NO BONDE DA VIDA
(Chico Ribeiro Neto)
Tô em Salvador, final da década de 50. Pego nas Mercês o bonde da Companhia Circular Carris da Bahia para a Praça da Sé.
No Terminal da Sé, depois de despongar do bonde, compro um amendoim torrado na hora que vem naquele funil de papel que sempre esconde no fundo 2 ou 3 caroços.
Caminho com meu Vulcabrás novinho e vou para o Cine Excelsior “pegar uma tela”. Sabe quem sentou do meu lado depois do filme começado? A Mulher de Roxo, figura tradicional da Rua Chile. Estava vestida de noiva, segurava um buquê e ria muito durante todo o filme.
Saio do Excelsior (que soube vai ser reformado pela Prefeitura de Salvador), pego a Rua Carlos Gomes e como um pastel chinês no Good Day. Queijo ou carne? Só tinha duas opções.
Atravesso a rua e quase sou atropelado por uma camionete Studebaker. Xingo o motorista e ele me xinga. Quem mandou ficar olhando pra morena de calça fio Helanca que acabou de passar?
No Relógio de São Pedro compro na mão de um velho um monóculo que mostrava alguma cena picante de um filme impróprio até 18 anos. Mais adiante, vizinho à Igreja de São Pedro, um cara vendia revistas pornô, com desenhos de Zéfiro, que ficavam escondidas dentro de inocentes revistas “Manchete”. A senha era essa: “Tem catecismo?”
Passo na farmácia e compro um Colubiazol, um sal de frutas Eno, um Enteroviofórmio, uma Cibalena e um sabonete Eucalol, aquele que vem a estampa.
Na porta da Lobrás (Lojas Brasileiras) tem uma máquina de fazer sorvete. Tem sorvete de todas as cores, mas acho tudo de um gosto só.
Vixe! Ainda não fiz o dever de casa! Dona Cleonice vai pegar no meu pé assim que eu chegar. O Vulcabrás apressa o passo.
Faço o dever correndo, pois preciso ir encontrar com a turma na esquina das ruas Tuiuti e Gabriel Soares.

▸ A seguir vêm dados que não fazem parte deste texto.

@dataclass(frozen=True)
class _Builder:
    where: str
    edges: HalfEdges
    line_names: dict[tuple[int, int], str]

    def build(self, names: tuple[str, ...]) -> PlanarMap:
        edges = self.edges
        part, count = self._parts()
        if count > MOST_FACES:
            rule = f"falls into {count} separate regions; at most {MOST_FACES} can be drawn"
            raise InputError(self.where, rule, remedy="number regions, not single cells")
        left = part[edges.cell]
        right = np.where(edges.twin >= 0, part[edges.cell[edges.twin]], -1)
        walls = np.flatnonzero((left != right) & ((edges.twin < 0) | (left < right)))
        self._sound(walls)
        names_of = [self._name(edge, int(right[edge])) for edge in walls.tolist()]
        size = float(np.ptp(edges.points[edges.start[walls]], axis=0).max())
        drawn, missed = [], Missed()
        for row in _rows(edges, walls, [*zip(left[walls].tolist(), right[walls].tolist(), names_of, strict=True)]):
            nodes = np.append(edges.start[row], edges.end[row[-1]])
            sides, name = (int(left[row[0]]), int(right[row[0]])), self._name(int(row[0]), int(right[row[0]]))
            found, lost = strands.curves(edges.points[nodes], edges.control(row), name, size)
            drawn.append(_Strand((int(nodes[0]), int(nodes[-1])), sides, tuple(found)))
            missed = missed.and_also(lost if sides[1] < 0 else replace(lost, area_nm2=0.0))
        if (curves := sum(len(s.forward) for s in drawn)) > MOST_CURVES:
            rule = f"its regions are bounded by {curves} curves; at most {MOST_CURVES} can be drawn"
            raise InputError(self.where, rule, remedy="export a coarser mesh, or one of second order")
        return self._assembled(names, part, count, drawn, missed)

    def _parts(self) -> tuple[Ints, int]:
        """For each cell the connected part of its group, and how many parts there are."""
        from scipy.sparse import coo_array
        from scipy.sparse.csgraph import connected_components

        edges, cells = self.edges, len(self.edges.group)
        inner = np.flatnonzero(edges.twin >= 0)
        a, b = edges.cell[inner], edges.cell[edges.twin[inner]]
        same = edges.group[a] == edges.group[b]
        graph = coo_array((np.ones(int(same.sum())), (a[same], b[same])), shape=(cells, cells))
        count, part = connected_components(graph, directed=False)
        return part.astype(np.int64), int(count)

    def _name(self, edge: int, right: int) -> str:
        a, b = int(self.edges.start[edge]), int(self.edges.end[edge])
        return self.line_names.get((min(a, b), max(a, b)), RIM if right < 0 else INTERFACE)

    def _sound(self, walls: Ints) -> None:
        """InputError for nodes that stand twice, nodes on other cells' edges, and edges that cross."""
        from scipy.spatial import cKDTree

        edges = self.edges
        ends = np.unique(np.concatenate([edges.start[walls], edges.end[walls]]))
        places = edges.points[ends]
        size = float(np.ptp(places, axis=0).max())
        tree = cKDTree(places)
        twice = tree.query_pairs(_SAME * size, output_type="ndarray")
        if len(twice):
            a, b = sorted(int(edges.numbers[ends[k]]) for k in twice[0])
            x, y = places[twice[0][0]]
            rule = (
                f"nodes {a} and {b} stand at the same place, ({x:.4g}, {y:.4g}) nm, so their cells do not hang together"
            )
            raise InputError(self.where, rule, remedy="merge duplicate nodes before exporting")
        start, end, control = edges.points[edges.start[walls]], edges.points[edges.end[walls]], edges.control(walls)
        middle = (start + 2 * control + end) / 4
        reach = np.hypot(*(end - start).T) / 2 * (1 + 1e-6) + np.hypot(*(middle - (start + end) / 2).T)
        near = tree.query_ball_point((start + end) / 2, reach)
        edge = np.repeat(np.arange(len(walls)), [len(row) for row in near])
        node = np.concatenate([np.asarray(row, dtype=np.int64) for row in near])
        own = (ends[node] == edges.start[walls][edge]) | (ends[node] == edges.end[walls][edge])
        edge, node = edge[~own], node[~own]
        along = end[edge] - start[edge]
        off = places[node] - start[edge]
        long = np.hypot(*along.T)
        t = (along * off).sum(axis=1) / long**2
        bow = 2 * t * (1 - t) * _side(along, control[edge] - start[edge]) / long
        hanging = (t > 1e-9) & (t < 1 - 1e-9) & (np.abs(_side(along, off) / long - bow) < 1e-6 * long)
        if hanging.any():
            k = int(np.argmax(hanging))
            x, y = places[node[k]]
            rule = f"node {edges.numbers[ends[node[k]]]} hangs on another cell's edge, at ({x:.4g}, {y:.4g}) nm"
            raise InputError(
                self.where, rule, remedy="export a conforming mesh: every node a corner of all cells there"
            )
        bent = np.hypot(*(middle - (start + end) / 2).T) > 1e-6 * np.hypot(*(end - start).T)
        marks = [
            start,
            *((1 - t) ** 2 * start + 2 * t * (1 - t) * control + t**2 * end for t in (0.25, 0.5, 0.75)),
            end,
        ]
        straight = np.flatnonzero(~bent)
        begins, stops = [start[straight]], [end[straight]]
        knots = [np.column_stack([edges.start[walls], edges.end[walls]])[straight]]
        numbers = [edges.start[walls], *(len(edges.points) + 3 * np.arange(len(walls)) + k for k in range(3))]
        numbers.append(edges.end[walls])
        owner = [straight]
        for k in range(4):
            begins.append(marks[k][bent])
            stops.append(marks[k + 1][bent])
            knots.append(np.column_stack([numbers[k], numbers[k + 1]])[bent])
            owner.append(np.flatnonzero(bent))
        hit = crossings.first(np.vstack(begins), np.vstack(stops), np.vstack(knots))
        if hit is not None:
            x, y = np.vstack(begins)[hit[0]]
            rule = f"edges of its regions cross near ({x:.4g}, {y:.4g}) nm: cells overlap"
            raise InputError(self.where, rule, remedy="export a mesh whose cells do not overlap")

    def _assembled(
        self, names: tuple[str, ...], part: Ints, count: int, drawn: list[_Strand], missed: Missed
    ) -> PlanarMap:
        first = np.unique(part, return_index=True)[1]
        directed: list[list[Directed]] = [[] for _ in range(count)]
        rim: list[Directed] = []
        for strand in drawn:
            left, right = strand.sides
            directed[left].append((strand.ends, strand.forward))
            if right >= 0:
                directed[right].append((strand.ends[::-1], strand.backward))
            else:
                rim.append((strand.ends, strand.forward))
        faces = []
        for k in range(count):
            outer, holes = traced(self.where, directed[k])
            if len(outer) != 1:
                x, y = self.edges.inside[first[k]]
                rule = f"the region around ({x:.4g}, {y:.4g}) nm has no single outline: cells overlap"
                raise InputError(self.where, rule, remedy="export a mesh whose cells do not overlap")
            area = outer[0].area - sum(hole.area for hole in holes)
            faces.append(Face(names[self.edges.group[first[k]]], outer[0], tuple(holes), area))
        self._once(faces, self.edges.inside[first])
        outlines, gaps = traced(self.where, rim)
        for loop in outlines:
            missed = missed.and_also(strands.missed_by_lines(loop.segments))
        for face in faces:
            missed = missed.and_also(replace(strands.missed_by_lines(face.outer.segments), area_nm2=0.0))
        order = sorted(range(count), key=lambda k: -faces[k].outer.area)
        return PlanarMap(tuple(faces[k] for k in order), tuple(outlines), tuple(gaps), missed)

    def _once(self, faces: list[Face], inside: Array) -> None:
        """InputError where a point of one face lies in another."""
        cover = np.zeros(len(inside), dtype=int)
        for face in faces:
            here = face.outer.contains(inside)
            for hole in face.holes:
                here &= ~hole.contains(inside)
            cover += here
        if (wrong := cover > 1).any():
            x, y = inside[np.argmax(wrong)]
            rule = f"two regions lie on top of each other near ({x:.4g}, {y:.4g}) nm"
            raise InputError(self.where, rule, remedy="export a mesh whose cells do not overlap")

As meninas passam pra lá e pra cá e adoro os cabelos e o andar de Tânia.
Antes de dormir, depois de rezar uma Salve Rainha, um Pai Nosso e uma Ave Maria, subo no muro pra ver uma balzaquiana, de califon e anágua, se preparando para o Soirée Dançante do Clube Fantoches da Euterpe.